ZIMBABWE is in danger of a civil insurrection if the persecution of former freedom fighters and hate language is not curtailed, Zimbabwe National Liberation War Veterans’ Association (ZNLWVA) chairperson, Christopher Mutsvangwa has warned.

BY RICHARD CHIDZA

WAR veterans’ national chairman Christopher Mutsvangwa
WAR veterans’ national chairman Christopher Mutsvangwa

Mutsvangwa, a former War Veterans minister, was reacting to a government crackdown on war veterans in the fall-out that has followed his association’s issuing of a damning communiqué calling on President Robert Mugabe to resign.

“The violence in that language is totally uncalled for in a State that aspires to be a modern constitutional republic. Even unpleasant views should be entertained unless they carry with them the threat of illicit armed enforcement,” he said.

“To invoke the danger of armed mutiny among people that were demobilised and disarmed nearly four decades ago and are in their 60s is just misplaced.”

Police this week swooped on ZNLWVA spokesperson Douglas Mahiya, laying siege on his Chitungwiza home in a four-hour blockade, before he handed himself over.

Reports also said secretary-general Victor Matemadanda had also been picked up in Gokwe, but there was confusion on his whereabouts.

“Neither Mahiya nor Matemadanda had any arms of war nor access to them to justify comparison to wartime mutinies as referred to in emotive rhetoric yesterday (Wednesday),” Mutsvangwa said.

Mugabe was left reeling after the war veterans issued a stinging rebuke accusing the 92-year-old Zanu PF strongman of rights abuses, dictatorial tendencies and running to the ground a once thriving economy.

After a few days of uncertainty, Mugabe convened a hastily-arranged gathering of the Zanu PF youth league with support from a splinter group of the former freedom fighters led by Manicaland Provincial Affairs minister Mandi Chimene.

Mugabe then issued a chilling warning to the leaders of the war veterans and indicated he would employ the same tactics his former guerilla movement used on those who tried to rebel against his leadership at the height of the bush war that brought independence.

“We would keep them (rebels) in underground burrows like mice, and feed them just enough to survive. We could do the same in independent Zimbabwe,” he said.

While historians have documented brutal killings and executions, Mugabe claimed “we did not kill anyone”.

The war veterans also accused Mugabe of genocidal tendencies and called on the Zanu PF leader to show remorse for the Gukurahundi massacres rather than revel in them.

“He (Mugabe) should be extending honestly remorseful regret over this foul deed, yet he appears to extol this as some macabre virtue. His continued resort to genocidal language should worry every right-thinking citizen, as to his true nature. This is unacceptable to the memories of those who perished during this time (liberation war),” the communiqué read in part.

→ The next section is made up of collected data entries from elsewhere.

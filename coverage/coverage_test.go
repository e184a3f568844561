package coverage

import (
	"bytes"
	"math"
	"os"
	"testing"

	"tracelift/axis"

	"tracelift/record/wfdb"
)

// The stated 90 % intervals must hold the true value in 85 to 97 % of
// cases, pooled over the rate, PR, QRS, QT, QTc and QRS axis, and each
// measurement in at least 75 % of its cases (a loose floor: about 14
// cases each, where 11 of 14 is already 79 %). The truth is outside the
// pipeline: the dipole generator's own rate, intervals and axis
// (samples/dipole), and for the real record (PTB s0010_re, drawn in
// every fourth case) the measurement engine's reading of the signals that
// were drawn. The pages are cases of the bench suite of seed 3, which the
// picture model was not fitted on (seed 1). A small sample: the bench
// run (`tracelift-cli coverage --cases 100 --seed 2`) gives the table.
// The intervals restated from the recorded shares (Restate, which
// refitting from a CSV relies on) must be the ones the pipeline stated.
func TestCoverageOnRenderedPages(t *testing.T) {
	if testing.Short() {
		t.Skip("renders and digitizes pages")
	}
	real, err := wfdb.ReadRecord("../../shared/data/ptb-s0010_re/s0010_re.hea")
	if err != nil {
		t.Fatal(err)
	}
	conds := []string{"clean", "rotated", "photocopy", "photo", "fax"}
	var log bytes.Buffer
	cases := Run(3, 0, 16, conds, real, nil, &log)
	var tb bytes.Buffer
	Table(&tb, cases, conds)
	t.Logf("\n%s\n%s", log.String(), tb.String())
	var all Coverage
	for name, cv := range Tally(cases, Readable) {
		all.N += cv.N
		all.Held += cv.Held
		if s := cv.Share(); cv.N < 8 || s < 0.75 {
			t.Errorf("%s: coverage %.1f %% of %d intervals, want at least 75 %% of at least 8", name, 100*s, cv.N)
		}
	}
	if all.N < 30 {
		t.Fatalf("only %d intervals checked", all.N)
	}
	if s := all.Share(); s < 0.85 || s > 0.97 {
		t.Errorf("pooled coverage %.1f %% of %d intervals, want 85-97 %%", 100*s, all.N)
	}
	re := Restate(cases, axis.DefaultPictureModel)
	for i, c := range cases {
		for name, m := range c.Meas {
			r := re[i].Meas[name]
			if math.Abs(r.Lo-m.Lo) > 1e-6*(1+math.Abs(m.Lo)) || math.Abs(r.Hi-m.Hi) > 1e-6*(1+math.Abs(m.Hi)) {
				t.Errorf("case %d %s: restated [%.4f, %.4f], stated [%.4f, %.4f]", c.N, name, r.Lo, r.Hi, m.Lo, m.Hi)
			}
		}
	}
}

// The six outside pages (drawn by a renderer not ours, truth beside each)
// are a check, not a target: the table is logged, and a page read in the
// wrong layout must be marked not to be read (TestVerdictOutsideFax in
// pipeline holds that).
func TestCoverageOutsidePages(t *testing.T) {
	const dir = "../../shared/data/outside-printouts"
	if testing.Short() {
		t.Skip("digitizes six pages")
	}
	if _, err := os.Stat(dir); err != nil {
		t.Skip("outside printouts not present")
	}
	cases, err := Outside(dir)
	if err != nil {
		t.Fatal(err)
	}
	var tb bytes.Buffer
	Table(&tb, cases, []string{"clean", "phone", "fax"})
	t.Logf("\n%s", tb.String())
	if len(cases) != 6 {
		t.Errorf("%d outside pages read, want 6", len(cases))
	}
}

Mutsvangwa called for sober reflection and guarded action, adding the threat to Mugabe’s administration was not from any quarter, but a dying economy.

“Let us conduct ourselves like a nation that fought one of Africa’s thoroughly modern wars. We have a historical record of cogent threat analysis,” he said.

“Mahiya and his spirited words do not pose any threat to the Zimbabwe body politic. The threat comes from a prostrate economy and the perversity of G40 economic illiteracy.”